def _box(uses: list[PairUse]) -> tuple[str, int, int, int, int] | None:
    if not uses:
        return None
    sheet = uses[0].cell.sheet
    rows = [u.cell.row for u in uses if u.cell.sheet == sheet]
    cols = [u.cell.col for u in uses if u.cell.sheet == sheet]
    return sheet, min(rows) - 1, min(cols) - 1, max(rows) + 1, max(cols) + 1


def _inside(use: PairUse, box: tuple[str, int, int, int, int] | None) -> bool:
    return box is not None and (
        use.cell.sheet == box[0]
        and box[1] <= use.cell.row <= box[3]
        and box[2] <= use.cell.col <= box[4]
    )


def _adopt_strays(groups: list[list[PairUse]]) -> list[list[PairUse]]:
    """A call sitting inside another block but naming this block's data (a block copied with an
    absolute reference left pointing back) belongs to the block it sits in: the mismatch of
    ranges is a finding of that block, not a second regression."""
    for group in groups:
        for use in list(group):
            rest = [u for u in group if u is not use]
            if not rest or _inside(use, _box(rest)):
                continue
            for other in groups:
                if other is not group and _inside(use, _box(other)):
                    group.remove(use)
                    other.append(use)
                    break
    return [g for g in groups if g]
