"""One calibration curve reviewed: the inputs read from the workbook, and the arithmetic redone.

:func:`read_calibration` runs in the pipeline (it reads the workbook, once per regression, and only
for a regression judged as a calibration); :func:`review_curve` is what the checks and the run
summary share: the back-calculated standards and their acceptance, the spread and what weighting
would change, the shape, the limits, the sample results and the tests against a target, all
computed once (the review is cached on the inputs).
"""

from __future__ import annotations

import functools
import math
from collections.abc import Mapping
from dataclasses import dataclass, field

import numpy as np

from auditor.design.inputs import DesignInputs
from auditor.evaluation.evaluator import Evaluator
from auditor.extract import Extracted
from auditor.fit.calibration import (
    CoefficientTest,
    CurvatureResult,
    FloatArray,
    LimitBasis,
    LineFit,
    ReadOff,
    RunsResult,
    SpreadTest,
    StandardsVerdict,
    back_calculate,
    coefficient_test,
    curvature,
    detection_limits,
    deviation_percent,
    fit_line,
    judge_standards,
    read_off,
    residual_runs,
    residuals_of,
    spread_growth,
)
from auditor.fit.weights import WeightingEffect, scheme_weights, weighting_effect
from auditor.formula.syntax import Node
from auditor.locate.calibration_cells import CurveReader, ReadBack, SampleReading, TargetTest
from auditor.locate.calibration_labels import (
    Curve,
    LabelledFigure,
    WeightedCell,
    curve_of,
    labelled_figures,
    weighted_cells,
)
from auditor.locate.job import AUTO, JobDecision, decide, header_rows, read_signs
from auditor.locate.spec import RegressionSpec
from auditor.policy import Policy, load_policy
from auditor.read.workbook import Workbook

CALIBRATION_KEY = "standards_tolerance"  # a policy that sets it judges calibration curves


def judges_calibration(policy: Policy) -> bool:
    return policy.find(CALIBRATION_KEY) is not None


@dataclass
class CalibrationInputs:
    decision: JobDecision
    curve: Curve | None = None
    rows: list[int] = field(default_factory=list)  # the data row of each curve point
    read_backs: list[ReadBack] = field(default_factory=list)
    samples: list[SampleReading] = field(default_factory=list)
    target_tests: list[TargetTest] = field(default_factory=list)
    lods: list[LabelledFigure] = field(default_factory=list)
    loqs: list[LabelledFigure] = field(default_factory=list)
    blank_sd: LabelledFigure | None = None
    weighted: list[WeightedCell] = field(default_factory=list)
    cached: CurveReview | None = None
    error: str = ""
    curve_name: str = ""  # the y column's header, for the run summary


def read_calibration(
    workbook: Workbook,
    evaluator: Evaluator,
    spec: RegressionSpec,
    data: Extracted,
    parsed: Mapping[tuple[str, int, int], Node],
    texts: list[tuple[str, str]],
    decision: JobDecision,
) -> CalibrationInputs:
    inputs = CalibrationInputs(decision, curve_name=(header_rows(workbook, spec.y) or [""])[0])
    inputs.curve = curve_of(data, spec.intercept, spec.x_columns)
    inputs.rows = [p.row for p in data.points if p.used]
    if inputs.curve is None:
        return inputs
    reader = CurveReader(workbook, evaluator, spec, parsed)
    inputs.read_backs, inputs.samples = reader.readings()
    inputs.target_tests = reader.target_tests()
    inputs.lods, inputs.loqs, inputs.blank_sd = labelled_figures(reader, texts)
    inputs.weighted = weighted_cells(reader, data)
    _release(spec, inputs)
    return inputs


def _release(spec: RegressionSpec, inputs: CalibrationInputs) -> None:
    """Cells of a weighted fit or of a test against 1 belong to those: the calibration checks
    judge them, so they are not compared with the unweighted line's statistic of the same name
    (a weighted slope is not a wrong slope; t of slope = 1 is not a wrong t of slope = 0)."""
    claimed = {w.cell for w in inputs.weighted} | {t.cell for t in inputs.target_tests}
    for key in [k for k, s in spec.stats.items() if s.cell.address in claimed]:
        del spec.stats[key]


@dataclass(frozen=True)
class SampleCheck:
    reading: SampleReading
    found: ReadOff  # from the curve (intended)
    agrees: bool | None  # the author's value against the recomputed one (None: no value)


@dataclass(frozen=True)
class LimitCheck:
    figure: LabelledFigure
    kind: str  # "LOD" | "LOQ"
    reproduced_by: str | None  # the σ whose limit reproduces the figure
    candidates: list[tuple[str, float]]  # (σ name, limit) tried


@dataclass
class CurveReview:
    curve: Curve
    line: LineFit
    nominal: FloatArray
    back: FloatArray
    deviations: FloatArray
    standards: StandardsVerdict | None
    spread: SpreadTest | None
    effects: list[WeightingEffect]
    runs: RunsResult | None
    bend: CurvatureResult | None
    limits: list[LimitBasis]
    limit_checks: list[LimitCheck]
    samples: list[SampleCheck]
    intercept_zero: CoefficientTest
    slope_one: CoefficientTest
    calibrated_range: tuple[float, float]


def review_curve(inputs: CalibrationInputs, policy: Policy) -> CurveReview | None:
    """The review of one curve (None when it is not a straight-line calibration)."""
    if inputs.cached is not None:
        return inputs.cached
    curve = inputs.curve
    if curve is None or np.unique(curve.x).size < 3:
        return None
    try:
        review = _review(inputs, policy, curve)
    except (ValueError, ArithmeticError):
        return None  # a degenerate curve (slope 0, one level): the calibration checks stay silent
    inputs.cached = review
    return review


def _review(inputs: CalibrationInputs, policy: Policy, curve: Curve) -> CurveReview:
    line = fit_line(curve.x, curve.y, curve.weights)
    if line.slope == 0 or not math.isfinite(line.slope):
        raise ValueError("the curve has no slope to read concentrations through")
    back = back_calculate(curve.y, line)
    deviations = deviation_percent(curve.x, back)
    standards = None
    if np.count_nonzero(curve.x) >= 1:
        standards = judge_standards(
            curve.x,
            deviations,
            policy.get("standards_tolerance"),
            policy.get("lowest_standard_tolerance"),
            policy.get("standards_min_share"),
            int(policy.get("standards_min_count")),
        )
    residuals = residuals_of(curve.x, curve.y, line)
    spread = spread_growth(curve.x, curve.y, residuals)
    effects = [
        e
        for scheme in ("1/x", "1/x²")
        if curve.weights is None and (e := weighting_effect(curve.x, curve.y, scheme)) is not None
    ]
    non_zero = curve.x[curve.x != 0]
    low = float(non_zero.min()) if non_zero.size else float(curve.x.min())
    calibrated = (low, float(curve.x.max()))
    blank = inputs.blank_sd.reported if inputs.blank_sd is not None else None
    limits = detection_limits(line, blank, policy.get("lod_factor"), policy.get("loq_factor"))
    return CurveReview(
        curve,
        line,
        curve.x,
        back,
        deviations,
        standards,
        spread,
        effects,
        residual_runs(curve.x, residuals),
        curvature(curve.x, curve.y) if curve.weights is None else None,
        limits,
        _limit_checks(inputs, limits),
        [_sample(s, curve, line, calibrated, policy) for s in inputs.samples],
        coefficient_test(line.intercept, line.se_intercept, line.df, 0.0),
        coefficient_test(line.slope, line.se_slope, line.df, 1.0),
        calibrated,
    )


def _sample(
    reading: SampleReading,
    curve: Curve,
    line: LineFit,
    calibrated: tuple[float, float],
    policy: Policy,
) -> SampleCheck:
    weight = 1.0
    if curve.weights is not None:
        x0 = (reading.response - line.intercept) / line.slope
        weight = _weight_at(curve, x0, reading.response)
    found = read_off(
        reading.response, line, *calibrated, reading.replicates, reading.dilution, weight
    )
    agrees = None
    if reading.reported is not None:
        tolerance = policy.get("read_off_tolerance") * max(abs(found.concentration), 1e-300)
        agrees = abs(reading.reported - found.concentration) <= tolerance
    return SampleCheck(reading, found, agrees)


def _weight_at(curve: Curve, x0: float, y0: float) -> float:
    """The weight one reading at x0 would get under the curve's scheme (in the fit's scale); for
    1/s² (and wherever the scheme is undefined at x0), the weight of the nearest level."""
    assert curve.weights is not None
    nearest = int(np.argmin(np.abs(curve.x - x0)))
    fitted = scheme_weights(curve.scheme, curve.x, curve.y) if curve.scheme != "1/s²" else None
    at = scheme_weights(curve.scheme, [x0], [y0]) if curve.scheme != "1/s²" else None
    if fitted is None or at is None:
        return float(curve.weights[nearest])
    scale = float(curve.weights[nearest] / fitted[nearest])  # the fit's weights may be scaled
    return float(at[0]) * scale


def _limit_checks(inputs: CalibrationInputs, limits: list[LimitBasis]) -> list[LimitCheck]:
    checks = []
    for kind, figures in (("LOD", inputs.lods), ("LOQ", inputs.loqs)):
        for figure in figures:
            candidates = [(b.sigma_name, b.lod if kind == "LOD" else b.loq) for b in limits]
            reproduced = next((name for name, value in candidates if _same(figure, value)), None)
            checks.append(LimitCheck(figure, kind, reproduced, candidates))
    return checks


def _same(figure: LabelledFigure, value: float) -> bool:
    """A typed figure agrees at the digits it shows; a formula's to 1e-6 relative."""
    from auditor.compare.precision import agree_typed

    if figure.typed:
        return bool(agree_typed(figure.reported, value, figure.number_format).agrees)
    return math.isclose(figure.reported, value, rel_tol=1e-6)


@functools.cache
def builtin_policy(name: str) -> Policy:
    return load_policy(name)


def prepare(
    workbook: Workbook,
    evaluator: Evaluator,
    spec: RegressionSpec,
    data: Extracted,
    design: DesignInputs,
    parsed: Mapping[tuple[str, int, int], Node],
    requested: Policy,
) -> tuple[Policy, JobDecision, CalibrationInputs | None]:
    """The policy that judges one regression, why, and (for a calibration) what it reads."""
    reads_back = any(p.how == "(y − b0)/b1" for p in design.predictions)
    x_values = np.asarray(data.x, dtype=float)
    x_first = x_values[:, 0] if x_values.ndim == 2 and x_values.shape[1] else x_values
    signs = read_signs(
        workbook,
        spec.x,
        spec.y,
        x_first,
        [t for t, _ in design.texts[:40]] + [spec.label],
        reads_back,
    )
    decision = decide(requested.name, signs)
    policy = requested if requested.name != AUTO else builtin_policy(decision.policy)
    if not judges_calibration(policy):
        return policy, decision, None
    texts = design.texts
    return (
        policy,
        decision,
        read_calibration(workbook, evaluator, spec, data, parsed, texts, decision),
    )
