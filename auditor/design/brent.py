"""Brent's root search, step for step as ``scipy.optimize.brentq`` takes it.

The power solves need one root search each. ``scipy.optimize`` costs about a quarter of a second
to import, most of a small audit's start-up, for this one function; this is the same algorithm
(R. P. Brent, "Algorithms for Minimization without Derivatives", 1973, chapter 4, in the form of
scipy's ``brentq.c``), with the same tolerances and the same order of floating-point
operations, so it returns the same root to the last bit (tests/test_design_brent.py compares it
with scipy's on many functions).
"""

from __future__ import annotations

import math
from collections.abc import Callable

RELATIVE_TOLERANCE = 4 * 2.220446049250313e-16  # scipy's default rtol: four machine epsilons


def brentq(
    f: Callable[[float], float],
    a: float,
    b: float,
    xtol: float = 2e-12,
    rtol: float = RELATIVE_TOLERANCE,
    maxiter: int = 100,
) -> float:
    """A root of ``f`` in [a, b], where f(a) and f(b) differ in sign."""
    if xtol <= 0:
        raise ValueError(f"xtol too small ({xtol:g} <= 0)")
    if rtol < RELATIVE_TOLERANCE:
        raise ValueError(f"rtol too small ({rtol:g} < {RELATIVE_TOLERANCE:g})")
    xpre, xcur = float(a), float(b)
    xblk = fblk = spre = scur = 0.0
    fpre, fcur = float(f(xpre)), float(f(xcur))
    if fpre == 0:
        return xpre
    if fcur == 0:
        return xcur
    if math.copysign(1.0, fpre) == math.copysign(1.0, fcur):
        raise ValueError("f(a) and f(b) must have different signs")
    for _ in range(maxiter):
        if fpre != 0 and fcur != 0 and math.copysign(1.0, fpre) != math.copysign(1.0, fcur):
            xblk, fblk = xpre, fpre
            spre = scur = xcur - xpre
        if abs(fblk) < abs(fcur):
            xpre, xcur, xblk = xcur, xblk, xcur
            fpre, fcur, fblk = fcur, fblk, fcur
        delta = (xtol + rtol * abs(xcur)) / 2
        sbis = (xblk - xcur) / 2
        if fcur == 0 or abs(sbis) < delta:
            return xcur
        if abs(spre) > delta and abs(fcur) < abs(fpre):
            if xpre == xblk:
                stry = -fcur * (xcur - xpre) / (fcur - fpre)  # interpolate
            else:
                dpre = (fpre - fcur) / (xpre - xcur)  # extrapolate
                dblk = (fblk - fcur) / (xblk - xcur)
                stry = -fcur * (fblk * dblk - fpre * dpre) / (dblk * dpre * (fblk - fpre))
            if 2 * abs(stry) < min(abs(spre), 3 * abs(sbis) - delta):
                spre, scur = scur, stry  # a good short step
            else:
                spre = scur = sbis  # bisect
        else:
            spre = scur = sbis  # bisect
        xpre, fpre = xcur, fcur
        if abs(scur) > delta:
            xcur += scur
        else:
            xcur += delta if sbis > 0 else -delta
        fcur = float(f(xcur))
    raise RuntimeError(f"no convergence in {maxiter} iterations; the last estimate {xcur!r}")
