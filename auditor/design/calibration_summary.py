"""The run summary row of one calibration curve: each acceptance verdict in a word or two.

One row per curve (analyte and run as the workbook names them) for the text summary and the audit
workbook; the reporters read the row from the result model (``RegressionResult.calibration``).
Verdicts: "pass", "fail", "note" (a risk without failing), "—" (nothing to judge).
"""

from __future__ import annotations

from typing import Any

from auditor.design.calibration import CalibrationInputs, judges_calibration
from auditor.design.calibration_review import review_curve
from auditor.grid import column_letter
from auditor.locate.spec import RegressionSpec
from auditor.model import SEVERITY_RANK, Finding
from auditor.policy import Policy

NOTHING = "—"

# What a curve that cannot be judged shows (the reporters name the columns).
JUDGED_KEYS = ("weighting", "standards", "spread", "shape", "limits", "samples", "target_tests")


def _worst(findings: list[Finding], check_id: str) -> str | None:
    severities = [f.severity for f in findings if f.check == check_id]
    return min(severities, key=lambda s: SEVERITY_RANK[s]) if severities else None


def _word(findings: list[Finding], check_id: str, judged: bool) -> str:
    if not judged:
        return NOTHING
    worst = _worst(findings, check_id)
    if worst in ("critical", "major"):
        return "fail"
    return "note" if worst == "minor" else "pass"


def summary_row(
    spec: RegressionSpec,
    inputs: CalibrationInputs | None,
    policy: Policy,
    findings: list[Finding],
) -> dict[str, Any]:
    """The row for a curve judged as a calibration; an empty dict for any other regression."""
    if inputs is None or not judges_calibration(policy):
        return {}
    review = review_curve(inputs, policy)
    header = spec.label or inputs.curve_name or f"{spec.y.sheet}!{column_letter(spec.y.c1)}"
    row: dict[str, Any] = {"curve": header, "run": spec.y.sheet}
    if review is None:
        row.update({key: NOTHING for key in JUDGED_KEYS})
        row["verdict"] = "not judged (not a straight-line curve of 3+ levels)"
        return row
    verdict = review.standards
    if verdict is not None:
        standards = f"{'pass' if verdict.accepted else 'fail'} {verdict.passed}/{verdict.non_zero}"
    else:
        standards = NOTHING
    samples = review.samples
    outside = sum(1 for s in samples if not s.found.inside)
    wrong = sum(1 for s in samples if s.agrees is False)
    limits = [f"{c.kind} {c.reproduced_by or 'not reproduced'}" for c in review.limit_checks]
    row.update(
        {
            "weighting": review.curve.scheme,
            "standards": standards,
            "spread": _word(findings, "scatter-grows", review.spread is not None),
            "shape": _word(findings, "residual-shape", True),
            "limits": "; ".join(limits) if limits else NOTHING,
            "samples": (
                f"{len(samples)} read, {outside} outside, {wrong} differ" if samples else NOTHING
            ),
            "target_tests": _word(findings, "target-test-recomputed", bool(inputs.target_tests)),
            "intercept_zero_p": review.intercept_zero.p_value,
        }
    )
    failing = [
        f for f in findings if f.check in CURVE_CHECKS and f.severity in ("critical", "major")
    ]
    row["verdict"] = "fail" if failing or (verdict and not verdict.accepted) else "pass"
    return row


# The checks whose major findings fail the curve itself (samples and limits are judged apart).
CURVE_CHECKS = frozenset(
    {
        "standards-acceptance",
        "read-back-reported",
        "scatter-grows",
        "weighted-fit-recomputed",
        "residual-shape",
        "target-test-recomputed",
    }
)
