"""Which cells a prediction formula refers to: the slope and intercept cells of a regression."""

from __future__ import annotations

from auditor.formula.syntax import Binary, Node, RefNode, walk
from auditor.grid import column_letter
from auditor.read.workbook import Cell


def cell_key(cell: Cell) -> tuple[str, int, int]:
    return (cell.sheet.lower(), cell.row, cell.col)


def coord(row: int, col: int) -> str:
    return f"{column_letter(col)}{row}"


def is_cell(node: Node, cells: set[tuple[str, int, int]]) -> bool:
    return (
        isinstance(node, RefNode)
        and node.ref.is_cell
        and (node.ref.sheet.lower(), node.ref.r1, node.ref.c1) in cells
    )


def other_operand(product: Binary, slope_cells: set[tuple[str, int, int]]) -> Node | None:
    if is_cell(product.left, slope_cells):
        return product.right
    if is_cell(product.right, slope_cells):
        return product.left
    return None


def refers_to(node: Node, cells: set[tuple[str, int, int]]) -> bool:
    return any(is_cell(sub, cells) for sub in walk(node))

Exercise goal →
From the material above, set down exactly the lines between the line holding "for scheme in" and the line holding "agrees = abs(reading.reported", inclusive. Include nothing else.

Solution to this task →
        for scheme in ("1/x", "1/x²")
        if curve.weights is None and (e := weighting_effect(curve.x, curve.y, scheme)) is not None
    ]
    non_zero = curve.x[curve.x != 0]
    low = float(non_zero.min()) if non_zero.size else float(curve.x.min())
    calibrated = (low, float(curve.x.max()))
    blank = inputs.blank_sd.reported if inputs.blank_sd is not None else None
    limits = detection_limits(line, blank, policy.get("lod_factor"), policy.get("loq_factor"))
    return CurveReview(
        curve,
        line,
        curve.x,
        back,
        deviations,
        standards,
        spread,
        effects,
        residual_runs(curve.x, residuals),
        curvature(curve.x, curve.y) if curve.weights is None else None,
        limits,
        _limit_checks(inputs, limits),
        [_sample(s, curve, line, calibrated, policy) for s in inputs.samples],
        coefficient_test(line.intercept, line.se_intercept, line.df, 0.0),
        coefficient_test(line.slope, line.se_slope, line.df, 1.0),
        calibrated,
    )


def _sample(
    reading: SampleReading,
    curve: Curve,
    line: LineFit,
    calibrated: tuple[float, float],
    policy: Policy,
) -> SampleCheck:
    weight = 1.0
    if curve.weights is not None:
        x0 = (reading.response - line.intercept) / line.slope
        weight = _weight_at(curve, x0, reading.response)
    found = read_off(
        reading.response, line, *calibrated, reading.replicates, reading.dilution, weight
    )
    agrees = None
    if reading.reported is not None:
        tolerance = policy.get("read_off_tolerance") * max(abs(found.concentration), 1e-300)
        agrees = abs(reading.reported - found.concentration) <= tolerance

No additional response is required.